In Steppenwolf, Hesse writes, “‘Most men will not swim before they are able to.’ Is that not witty? Naturally, they won't swim! They are born for the solid earth, not for the water. And naturally they won't think. They are made for life, not for thought. Yes, and he who thinks, what’s more, he who makes thought his business, he may go far in it, but he has bartered the solid earth for the water all the same, and one day he will drown.”

The summer before I began college, I read the entirety of Hesse’s tale about a man uncertain how to live and be happy in the world. I was sitting in an airport, alone and far from home. We’d been dating only a few months, and you’d already told me you loved me. I said it back even though I wasn’t sure what I meant by it then. I was only eighteen. My father had left the family right before I met you.

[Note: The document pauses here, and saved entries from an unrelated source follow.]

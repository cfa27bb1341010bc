import type { BodyOf } from '@shared/contract/endpoint';
import type { moveVisit as contract } from '@shared/visits/visits-contract';
import type { Tenant } from '@db/tenant-transaction';
import type { Actor } from '../access/actor';
import { recordEvent } from '../audit/record-event';
import { ensureRoute, lockVisit, place, refuseBegun, touchRoute } from './route-rows';
import { checkDay, checkTechnician, plannableStore } from './visit-policy';

/**
 * Gives a visit with its tasks to another technician, another day, or another place in the order.
 * When that day has a visit at the store already, that one takes the tasks on.
 *
 * @returns the id of the route it is on now
 * @throws Problem 403, 404, 409 also when work was done on it; 422 under `technicianId` or `onDate`
 */
export async function moveVisit(
  tenant: Tenant,
  actor: Actor,
  id: string,
  to: BodyOf<typeof contract>,
  now: Date,
): Promise<string> {
  const targetId = await ensureRoute(tenant, to.technicianId, to.onDate);
  const visit = await lockVisit(tenant, id, to.version, [targetId]);
  const store = await plannableStore(tenant, actor, visit.storeId);
  checkDay(to.onDate, store, now);
  await checkTechnician(tenant, to.technicianId, store);
  await refuseBegun(tenant, id);
  if (targetId !== visit.routeId) {
    const there = await tenant.row<{ id: string }>(
      'SELECT id FROM visits WHERE route_id = $1 AND store_id = $2',
      [targetId, visit.storeId],
    );
    await tenant.rows(
      `UPDATE tasks SET visit_id = $2, assigned_to = $3, version = version + 1
       WHERE visit_id = $1 AND outcome = 'none'`,
      [id, there?.id ?? id, to.technicianId],
    );
    if (there) await tenant.rows('DELETE FROM visits WHERE id = $1', [id]);
    else await carryOver(tenant, id, targetId);
    await place(tenant, visit.routeId, null);
    await touchRoute(tenant, visit.routeId);
    await place(tenant, targetId, there?.id ?? id, to.position);
  } else {
    await place(tenant, targetId, id, to.position);
  }
  await touchRoute(tenant, targetId);
  await recordEvent(tenant, {
    actorId: actor.personId,
    subjectKind: 'visit',
    subjectId: id,
    action: 'moved',
    detail: {
      from: [visit.route.technicianId, visit.route.onDate],
      to: [to.technicianId, to.onDate],
    },
  });
  return targetId;
}

async function carryOver(tenant: Tenant, id: string, targetId: string): Promise<void> {
  await tenant.rows(
    `UPDATE visits SET route_id = $2, version = version + 1,
       position = (SELECT count(*) FROM visits WHERE route_id = $2)
     WHERE id = $1`,
    [id, targetId],
  );
}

This trip was the first time I traveled by myself. I was nervous but soon realized I thrived in the solitude of travel. It allowed for an expansiveness of thought I didn’t know was possible, a kind of permanent in-between, like the meeting of the three rivers, a pause before you must go forth.

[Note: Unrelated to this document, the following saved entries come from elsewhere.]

import { columnIndex } from '@shared/exports/column-letters';
import { importLimits } from '@shared/imports/import-limits';
import type { TableRow } from './table-row';
import { XlsxArchive } from './xlsx-archive';
import { type XlsxBook, readBook } from './xlsx-book';
import { xmlEvents } from './xml-events';

/**
 * Reads the first sheet of a workbook row by row; formulas give their last result.
 * @throws Problem 422 when it is no workbook or unpacks to too much
 */
export async function* readXlsx(bytes: Buffer): AsyncGenerator<TableRow> {
  const archive = await XlsxArchive.open(bytes);
  const book = await readBook(archive);
  let ready: TableRow[] = [];
  let number = 0;
  let cells: string[] = [];
  let column = -1;
  let type = 'n';
  let format = 0;
  let value = '';
  let reading = false;
  const events = xmlEvents(archive.chunks(book.sheet, importLimits.unpackedBytes), {
    open: (name, attributes) => {
      if (name === 'row') {
        number = Number(attributes['r'] ?? number + 1);
        cells = [];
        column = -1;
      } else if (name === 'c') {
        const letters = (attributes['r'] ?? '').replace(/\d+$/, '');
        column = letters === '' ? column + 1 : columnIndex(letters);
        type = attributes['t'] ?? 'n';
        format = Number(attributes['s'] ?? 0);
        value = '';
      }
      reading = name === 'v' || name === 't';
    },
    text: (text) => {
      if (reading && value.length <= importLimits.cell) value += text;
    },
    close: (name) => {
      reading = false;
      if (name === 'c' && column >= 0 && column < importLimits.columns && value !== '') {
        while (cells.length < column) cells.push('');
        cells[column] = cellText(value, type, format, book).trim();
      }
      if (name === 'row') ready.push({ number, cells });
    },
  });
  for await (const _ of events) {
    void _;
    const rows = ready;
    ready = [];
    yield* rows;
  }
}

function cellText(value: string, type: string, format: number, book: XlsxBook): string {
  if (type === 's') return book.sharedStrings[Number(value)] ?? '';
  if (type === 'b') return value === '1' ? 'TRUE' : 'FALSE';
  if (type === 'd') return value.replace('T00:00:00', '').replace(/Z$|\.0+$/, '');
  if (type !== 'n') return value;
  const figure = Number(value);
  if (!Number.isFinite(figure)) return value;
  if (book.showsDate[format]) return dateText(figure, book.from1904);
  // Files keep 41.880000000000003 where a person typed 41.88.
  return String(Number(figure.toPrecision(15)));
}

/**
 * A day number of a spreadsheet as text: a date, a date with time, or a time of day alone.
 *
 * @example dateText(46173, false) // '2026-05-31'; dateText(0.25, false) // '06:00'
 */
export function dateText(serial: number, from1904: boolean): string {
  const minutes = Math.round(serial * 1440);
  const time = new Date((((minutes % 1440) + 1440) % 1440) * 60_000).toISOString().slice(11, 16);
  if (serial >= 0 && minutes < 1440 && !from1904) return time;
  // 1900 counts a 29 February that never was; days before it are one off.
  const epoch = from1904 ? Date.UTC(1904, 0, 1) : Date.UTC(1899, 11, serial < 61 ? 31 : 30);
  const day = new Date(epoch + minutes * 60_000);
  if (Number.isNaN(day.getTime())) return String(serial);
  const date = day.toISOString().slice(0, 10);
  return minutes % 1440 === 0 ? date : `${date} ${time}`;
}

When I was 23, before I left Pittsburgh for San Francisco in what I was sure would be a steady forth, you came to my going away party. I was dressed like a sailor, taking the bon voyage motif a little too far. You walked into my room, the music too loud, while I jumped on my bed with a boatload of friends. I reached for you as you walked by, saying your name before tumbling to the ground because I’d reached too far. I lay there prostrate, comically aware of the situation as I said, “This is like a metaphor for our relationship.” The people around us laughed. You did too.

That night, I sat on your lap for a long time and you let me. I could feel how fragile the moments I had left with you were, each feeling like it would be the last. I said goodbye to you casually, waving as you stepped off the front stoop in the cold, part of me hoping it'd be for the very last time. How could I have known then that later, in one of our many back and forths, she’d leave you and you’d follow me to San Francisco? How could I have known that in a desperate attempt to feel of the earth and no longer alone in the vastness of water that I’d follow you back to Pittsburgh?

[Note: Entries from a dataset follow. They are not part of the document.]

import type * as z from 'zod';
import type { plannedTask } from '@shared/visits/route-parts';
import type { Binds } from '@db/binds';
import type { Tenant } from '@db/tenant-transaction';

export type PlannedTask = z.output<typeof plannedTask>;

/** A task with where it stands, before it is grouped. */
export interface PlannedTaskRow extends PlannedTask {
  readonly storeId: string;
  readonly visitId: string | null;
}

/** Minutes of each procedure's newest published version, to be joined by `procedure_id`. */
export const procedureMinutes = `
  (SELECT DISTINCT ON (procedure_id) procedure_id, (content ->> 'minutes')::int AS minutes
   FROM procedure_versions WHERE published_at IS NOT NULL
   ORDER BY procedure_id, number DESC)`;

/** SQL of a task's state at an instant; the same rule as `shared/tasks/task-state.ts`. */
export const stateAt = (now: string) =>
  `task_state(t.outcome, t.outcome_at, t.opens_at, t.due_soon_at, t.closes_at, t.lapses_at,
     ${now}::timestamptz)`;

/** Tasks that fit a condition on `tasks t` and `stores s`, by unit and what closes first. */
export function plannedTaskRows(
  tenant: Tenant,
  binds: Binds,
  where: string,
  now: Date,
): Promise<PlannedTaskRow[]> {
  return tenant.rows<PlannedTaskRow>(
    `SELECT t.id, t.version, r.name AS "ruleName", u.tag AS "unitTag", t.due_on AS "dueOn",
       (t.opens_at AT TIME ZONE t.time_zone)::date AS "opensOn", t.closes_on AS "closesOn",
       ${stateAt(binds.add(now))} AS state, m.minutes, t.store_id AS "storeId",
       t.visit_id AS "visitId"
     FROM tasks t
     JOIN stores s ON s.id = t.store_id
     JOIN rules r ON r.id = t.rule_id
     LEFT JOIN units u ON u.id = t.unit_id
     LEFT JOIN ${procedureMinutes} m ON m.procedure_id = t.procedure_id
     WHERE ${where}
     ORDER BY u.tag NULLS FIRST, t.closes_at, r.name, t.id`,
    binds.values,
  );
}

/** Without what it was grouped by. */
export function asPlannedTask({ storeId: _, visitId: __, ...task }: PlannedTaskRow): PlannedTask {
  return task;
}

export const sumMinutes = (tasks: readonly PlannedTask[]) =>
  tasks.reduce((sum, { minutes }) => sum + (minutes ?? 0), 0);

Mexico. One month ago. I find myself atop the oldest high place I’ve ever been. Teotihuacan was an ancient Mesoamerican city located in a valley not far from what is now known as Mexico City. There is no water in sight. Only dirt and grass and swaths of tourists climbing the pyramids where men become Gods.

From atop the Pyramid of the Moon, I breathe heavy after a long, treacherous climb up the steep, uneven stone steps. I look across the Avenue of the Dead—the long strip of dirt that led me here. I stare out at the Pyramid of the Sun—the largest pyramid at Teotihuacan—situated in front of the gigantic, beautiful expanse of the Cerro Gordo mountain to the north. The sun is hot on my neck, but the air is cool. It feels as though the ocean is not far off—a feat of this holy place, achieving the geographically impossible. 

Atop the Pyramid of the Moon, I ask a friend to take a celebratory photo of me. I want a photo of me jumping, caught in mid-air, my feet far from the ground—a photo like the one you took of me once, the San Francisco Bay in the background, only a few months after you followed me to California. We were exploring Angel Island together. It was a cloudless day, the sky completely blue as we walked through abandoned military forts, biking the circumference of the island enveloped by water, feeling happily alone. 

After many tries, the best photo my friend manages is of me with my arms awkwardly outstretched to the sky, smiling, my feet only a few inches from the ground. The photo is not nearly as good as those I’d taken with you. I’m not as far from the ground as I’d like, especially here of all places where men become gods and take flight.

The Temple of the Feathered Serpent is the last place I climb in Mexico, unaware of its meaning when I first encounter it. Only later will I discover that the Aztec Feathered Serpent god was associated with the creation of books and knowledge. So as not to forget what happened. Or who we worshipped and how.